_WORK INSTRUCTIONS_
Determine how many lines below include the string "copy". Reply with the number only.

_RECORDS TO PROCESS_
def test_swerve_found_only_where_the_placement_leaves_its_line():
    # Trajectories by construction, 4 kHz: a slanted swipe (5 degrees) at 0.5 px per frame
    # that stalls, backs up 10 px and bends gently (its direction turning 10 degrees over
    # the swipe, as a finger's path may) is not a swerve; the same swipe with a sideways run
    # of v px per frame for 30 frames (15 px of travel) is one where 30 v reaches 8 px.
    from stripstitch import report
    t_n = 700
    v = np.full(t_n - 1, 0.5)
    v[200:300] = 0.0                                          # stall
    v[400:420] = -0.5                                         # backtrack
    along = np.concatenate([[0.0], np.cumsum(v)])
    bend = np.radians(10.0) * along ** 2 / (2 * along.max())  # direction 5 -> 15 degrees
    across = np.tan(np.radians(5.0)) * along + bend

    def swerves(side_px_per_frame):
        a = across.copy()
        a[500:] += side_px_per_frame * np.minimum(np.arange(t_n - 500), 30)
        pos = np.stack([along, a], 1)
        ev = [e for e in _events_of(pos, 4000.0)
              if e.kind == "low_confidence" and e.details.get("cause") == "swerve"]
        return pos, ev, report.find_swerves(pos, 0, t_n - 1)

    _, ev, _ = swerves(0.0)
    assert ev == []
    _, ev, _ = swerves(0.2)                                    # 6 px: under the limit
    assert ev == []
    pos, ev, found = swerves(0.4)                              # 12 px
    assert len(ev) == 1 and ev[0].first_frame <= 500 <= 530 <= ev[0].last_frame
    ref = _swerve_reference(pos)
    assert found[0][2] == pytest.approx(ref.max(), abs=1e-9)   # the sparse-table extremes
    assert 10.0 < found[0][2] < 12.0                           # the line's slope takes a little
    # A report on it: a reason, and over 16 px the verdict unusable.
    for side, verdict in ((0.4, "usable"), (0.7, "unusable")):
        pos, ev, _ = swerves(side)
        rep = report.make_report(events=ev, positions=pos, angles_deg=np.zeros(t_n),
                                 confidence=np.ones(t_n), contact=np.ones(t_n, bool),
                                 times_s=np.arange(t_n) / 4000.0, frame_rate_hz=4000.0, n_rows=8,
                                 pitch_um=50.8, image=np.ones((10, 10)))
        assert rep.verdict == verdict
        assert any("swerves sideways" in r for r in rep.reasons)
    # On a small or narrow strip a swerve at the limit already makes it unusable.
    pos, ev, _ = swerves(0.4)
    for kw, verdict in ((dict(n_plates=8 * 192, n_cols=192), "usable"),
                        (dict(n_plates=8 * 24, n_cols=24), "unusable"),
                        (dict(n_plates=20 * 16, n_cols=16), "unusable")):
        rep = report.make_report(events=ev, positions=pos, angles_deg=np.zeros(t_n),
                                 confidence=np.ones(t_n), contact=np.ones(t_n, bool),
                                 times_s=np.arange(t_n) / 4000.0, frame_rate_hz=4000.0, n_rows=8,
                                 pitch_um=50.8, image=np.ones((10, 10)), **kw)
        assert rep.verdict == verdict, kw


def test_strips_of_few_rows_get_a_reason():
    # Up to 4 rows the report says placement is less reliable (random simulated swipes of 2-4
    # rows: a third off by more than 1 % of span; see report.FEW_ROWS); from 5 rows, which
    # the key-frame tracker places, it does not (4 of 30 over 1 %, as 6 rows).
    from stripstitch import report
    t_n = 400
    pos = np.stack([0.5 * np.arange(t_n), np.zeros(t_n)], 1)
    for n_rows, said in ((2, True), (4, True), (5, False), (6, False)):
        ev = _events_of(pos, 4000.0, n_rows=n_rows)
        rep = report.make_report(events=ev, positions=pos, angles_deg=np.zeros(t_n),
                                 confidence=np.ones(t_n), contact=np.ones(t_n, bool),
                                 times_s=np.arange(t_n) / 4000.0, frame_rate_hz=4000.0,
                                 n_rows=n_rows, pitch_um=50.8, image=np.ones((10, 10)))
        assert rep.verdict == "usable"
        assert any(f"only {n_rows} rows" in r for r in rep.reasons) == said


@pytest.mark.parametrize("pattern, seed", [("left_loop", 21), ("tented_arch", 23)])
def test_whole_pixel_steps_do_not_stretch_the_swipe(pattern, seed):
    # A steady 100 mm/s swipe over the 16x128 strip at 2 kHz moves 0.984 px per frame: every
    # frame pair sits at about the same fraction of a pixel, the registrations' lock towards
    # whole pixels adds up instead of averaging out, and the model passes cannot take it out
    # (all frames sample one sub-pixel phase). Against the simulator's truth, these two came
    # out +0.30 % and +0.15 % long, 0.19 and 0.12 px along RMS; with the tracker registering
    # frames smoothed by 0.7 px (track.track's prefilter_px), -0.02 % and +0.04 %, 0.02 and
    # 0.01 px.
    from stripstitch import evaluate, simulate
    finger = simulate.make_finger(pattern, size_mm=(12.0, 10.0), rng=seed)
    cap = simulate.swipe(pattern, finger=finger, rng=seed + 1, n_rows=16, n_cols=128,
                         frame_rate_hz=2000.0, speed_mm_s=100.0, snr_db=30.0, profile="constant")
    res = stitch(cap.frames, frame_rate_hz=2000.0)
    d = evaluate.evaluate(res, cap, image=False, distortion=False, crb=False).to_dict()
    assert abs(d["span_error_pct"]) < 0.08
    assert d["along_rms_px"] < 0.05


def test_no_smoothing_where_the_overlaps_are_thin():
    # A swipe over a 32x384 strip at 1 kHz moving 13-27 rows per frame (up to 0.84 of the
    # strip): smoothed, with the two edge rows left out of overlaps of 5-7 rows, its links
    # locked a ridge period short and the span came out 33.9 % short (simulator's truth).
    # The tracker smooths only where the unsmoothed steps stay within half the strip
    # (pipeline._PREFILTER_MAX_STEP): +2.0 %, as without smoothing.
    from stripstitch import evaluate, simulate
    finger = simulate.make_finger("tented_arch", size_mm=(16.76, 11.12), rng=4523)
    cap = simulate.swipe("tented_arch", finger=finger, rng=4623, n_rows=32, n_cols=384,
                         frame_rate_hz=1000.0, speed_mm_s=766.4, snr_db=16.27, skew_deg=-1.04,
                         profile="accel_decel")
    assert np.diff(cap.positions[:, 0]).max() > 0.8 * 32
    res = stitch(cap.frames, frame_rate_hz=1000.0)
    d = evaluate.evaluate(res, cap, image=False, distortion=False, crb=False).to_dict()
    assert abs(d["span_error_pct"]) < 3.0


def test_a_lone_step_back_after_a_run_without_contact_is_no_backtrack():
    # Trajectory by construction, 4 kHz, 0.4 px per frame, frames 180-194 out of contact (a
    # band with no ridges crossed, as the streaming stitcher reports it). The first frame in
    # contact after the band placed 1.4 px ahead of the next is seen from one side only, as
    # a swipe's first frame is: an "end_step" low_confidence event, not a backtrack. The
    # same frame before the band, and a reversal over several frames after it, are not
    # touched.
    from stripstitch import report
    t_n = 400
    pos = np.stack([0.4 * np.arange(t_n), np.zeros(t_n)], 1)
    contact = np.ones(t_n, bool)
    contact[180:195] = False

    def kinds(p):
        ev = report.find_events(positions=p, angles_deg=np.zeros(t_n), confidence=np.ones(t_n),
                                contact=contact, link_failed=np.zeros(t_n - 1, bool),
                                link_dt_frames=np.ones(t_n - 1),
                                times_s=np.arange(t_n) / 4000.0, frame_rate_hz=4000.0,
                                n_rows=8, pitch_um=50.8)
        return [(e.kind, e.first_frame, e.last_frame, e.details.get("cause")) for e in ev
                if e.kind != "no_contact"]

    assert kinds(pos) == []
    after = pos.copy()
    after[195, 0] += 1.8                   # 1.4 px back from frame 195 to 196
    assert kinds(after) == [("low_confidence", 195, 195, "end_step")]
    before = pos.copy()
    before[179, 0] -= 1.8                  # the last frame before the band, 1.4 px back
    assert kinds(before) == [("low_confidence", 179, 179, "end_step")]
    inside = pos.copy()
    inside[197, 0] -= 1.8                  # two frames further in: back and forth
    assert [k[0] for k in kinds(inside)] == ["backtrack"]
    rev = pos.copy()
    rev[195:201, 0] = rev[195, 0] + 0.4 * (5 - np.arange(6))   # backing up over six frames
    rev[201:, 0] += rev[200, 0] - rev[201, 0] + 0.4
    assert [k[0] for k in kinds(rev)] == ["backtrack"]


def test_a_lone_step_back_into_an_end_frame_is_no_backtrack():
    # Trajectories by construction, 4 kHz, 0.4 px per frame. The first (or last) frame in
    # contact placed 1.4 px back against its neighbour is a doubtful end frame, seen from
    # one side only: a low_confidence event of cause "end_step" and a reason, not a
    # backtrack (a 1.8 px per frame change of speed in one frame period, 1.2 km/s^2 at
    # 50.8 um and 4 kHz). The same step back one frame inside the swipe, or a reversal over
    # several frames at the start, stays a backtrack.
    from stripstitch import report
    t_n = 400
    base = np.stack([0.4 * np.arange(t_n), np.zeros(t_n)], 1)

    def kinds(pos):
        ev = _events_of(pos, 4000.0)
        return ev, [(e.kind, e.first_frame, e.last_frame, e.details.get("cause")) for e in ev]

    assert kinds(base)[1] == []
    for frame in (0, t_n - 1):
        pos = base.copy()
        pos[frame, 0] += 1.8 if frame == 0 else -1.8     # 1.4 px back from its neighbour
        ev, k = kinds(pos)
        assert k == [("low_confidence", frame, frame, "end_step")]
        assert ev[0].details["step_px"] == pytest.approx(-1.4, abs=1e-9)
        rep = report.make_report(events=ev, positions=pos, angles_deg=np.zeros(t_n),
                                 confidence=np.ones(t_n), contact=np.ones(t_n, bool),
                                 times_s=np.arange(t_n) / 4000.0, frame_rate_hz=4000.0, n_rows=8,
                                 pitch_um=50.8, image=np.ones((10, 10)))
        assert rep.verdict == "usable"
        assert any("swipe's ends" in r for r in rep.reasons)
        assert not any("backwards" in r or "low placement" in r for r in rep.reasons)
    # One frame inside: frame 1 placed 1.8 px back, so the finger went back and forth.
    pos = base.copy()
    pos[1, 0] -= 1.8
    assert [x[0] for x in kinds(pos)[1]] == ["backtrack"]
    # The finger backing up over its first five frames (a reversal, not a lone frame).
    pos = base.copy()
    pos[:6, 0] = 0.4 * (5 - np.arange(6)) - 2.0
    pos[6:, 0] += 0.0
    assert [x[0] for x in kinds(pos)[1]] == ["backtrack"]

_OUTPUT BELOW_
8